De esa experiencia de la relación imaginaria con el otro, según Lacan, «el sujeto construye algo que, a diferencia de la experiencia especular, es flexible con el otro. En efecto, lo que el sujeto refleja no son simplemente juegos de prestancia, sino que se refleja a sí mismo como sujeto hablante» 5.
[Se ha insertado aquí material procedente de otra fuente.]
package compare

import (
	"encoding/json"
	"math"
	"strings"
	"testing"

	"github.com/BurntSushi/toml"
	"github.com/google/go-cmp/cmp"
)

// TestOptionsTOML: a protocol column's options decode into Options, with a
// correlation given as a number or as a per-bin column name.
func TestOptionsTOML(t *testing.T) {
	const doc = `
alpha = 0.05
max_pull = 4
subset = false
correlation = 0
correlations = { syst = 0.4, lumi = 1, eff = "rho_eff" }
overlap = { count = "n", common = "n_common" }
`
	o := Defaults()
	if _, err := toml.Decode(doc, &o); err != nil {
		t.Fatal(err)
	}
	want := Defaults()
	want.Alpha, want.MaxPull = 0.05, 4
	want.Default = Number(0)
	want.Correlations = map[string]Rho{"syst": Number(0.4), "lumi": Number(1), "eff": {Column: "rho_eff", Set: true}}
	want.Overlap = Overlap{Count: "n", Common: "n_common"}
	if d := cmp.Diff(want, o); d != "" {
		t.Errorf("decoded options (-want +got):\n%s", d)
	}
	if err := o.Validate(); err != nil {
		t.Errorf("valid options refused: %v", err)
	}
	if !o.Declared() {
		t.Error("a written correlation = 0 counts as declared")
	}
	var buf strings.Builder
	if err := toml.NewEncoder(&buf).Encode(map[string]any{"correlations": o.Correlations}); err != nil {
		t.Fatal(err)
	}
	var back struct{ Correlations map[string]Rho }
	if _, err := toml.Decode(buf.String(), &back); err != nil {
		t.Fatalf("re-decoding %q: %v", buf.String(), err)
	}
	if d := cmp.Diff(o.Correlations, back.Correlations); d != "" {
		t.Errorf("TOML round trip of correlations (-want +got):\n%s", d)
	}
	// the whole options, declared and not, survive a TOML round trip
	for _, o := range []Options{o, Defaults()} {
		var buf strings.Builder
		if err := toml.NewEncoder(&buf).Encode(o); err != nil {
			t.Fatal(err)
		}
		back := Defaults()
		if _, err := toml.Decode(buf.String(), &back); err != nil {
			t.Fatalf("re-decoding %q: %v", buf.String(), err)
		}
		if d := cmp.Diff(o, back); d != "" {
			t.Errorf("TOML round trip of %q (-want +got):\n%s", buf.String(), d)
		}
	}
	for _, bad := range []string{`correlation = 1.5`, `correlations = { stat = true }`, `correlations = { stat = "" }`} {
		o := Defaults()
		if _, err := toml.Decode(bad, &o); err == nil {
			t.Errorf("%s: accepted", bad)
		}
	}
}

// TestOptionsJSON: the options survive a JSON round trip (a statement or
// report may carry them).
func TestOptionsJSON(t *testing.T) {
	o := Defaults()
	o.MaxPull, o.Default = 4, Number(0.25)
	o.Correlations = map[string]Rho{"lumi": Number(1), "eff": {Column: "rho_eff", Set: true}}
	o.Overlap = Overlap{Count: "n", Common: "n_common"}
	for _, o := range []Options{o, Defaults()} {
		b, err := json.Marshal(o)
		if err != nil {
			t.Fatal(err)
		}
		var back Options
		if err := json.Unmarshal(b, &back); err != nil {
			t.Fatalf("decoding %s: %v", b, err)
		}
		if d := cmp.Diff(o, back); d != "" {
			t.Errorf("JSON round trip of %s (-want +got):\n%s", b, d)
		}
	}
	var r Rho
	if err := json.Unmarshal([]byte(`1.5`), &r); err == nil {
		t.Error("correlation 1.5 decoded")
	}
}

func TestOptionsValidate(t *testing.T) {
	if err := func() error { o := Defaults(); return o.Validate() }(); err != nil {
		t.Fatalf("defaults invalid: %v", err)
	}
	if o := Defaults(); o.Declared() {
		t.Error("defaults declare nothing")
	}
	for name, mod := range map[string]func(*Options){
		"alpha 1":        func(o *Options) { o.Alpha = 1 },
		"alpha negative": func(o *Options) { o.Alpha = -0.1 },
		"max pull NaN":   func(o *Options) { o.MaxPull = math.NaN() },
		"subset and rho": func(o *Options) { o.Subset, o.Default = true, Number(0.2) },
		"overlap half":   func(o *Options) { o.Overlap.Count = "n" },
		"overlap and rho": func(o *Options) {
			o.Overlap = Overlap{Count: "n", Common: "c"}
			o.Correlations = map[string]Rho{"stat": Number(0)}
		},
		"source rho range": func(o *Options) { o.Correlations = map[string]Rho{"stat": {Value: -2, Set: true}} },
	} {
		o := Defaults()
		mod(&o)
		if err := o.Validate(); err == nil {
			t.Errorf("%s: accepted", name)
		}
	}
	for in, want := range map[string]Rho{"0.5": Number(0.5), "-1": Number(-1), "rho_stat": {Column: "rho_stat", Set: true}} {
		got, err := ParseRho(in)
		if err != nil || got != want {
			t.Errorf("ParseRho(%q) = %v, %v", in, got, err)
		}
	}
	for _, in := range []string{"", "2", "1e3", "-0.5x", "NaN"} {
		if _, err := ParseRho(in); err == nil {
			t.Errorf("ParseRho(%q) accepted", in)
		}
	}
}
El camino de la invención del deseo, con la que el sujeto sale del estadio inicial de desamparo, está jalonado por traumatismos de los que extrae elementos simbólicos e imaginarios con los que servirse para las operaciones que precisará en adelante. Es decir, lo traumático de los encuentros habidos con el Otro proporcionará los materiales para la invención de lo nuevo.

La invención del deseo es una operación del ser hablante con la lengua que efectúa los vacíos, los intervalos donde el deseo emerge para realizar lo aún no realizado.

Mientras sus padres esperan con ilusión el día en que su hijo hable, Leonardo ha inventado ya cómo hablar.

Notas

1 Jacques Lacan, Seminario VI, pag.32.
2 Jacques Lacan, Seminario VI, pag.27.
3 Jaques-Alain Miller, Habeas Corpus, Discurso X Congreso AMP.
4 Jacques Lacan, Seminario VI, pag.25.
5 Jacques Lacan, Seminario VI, pag.28.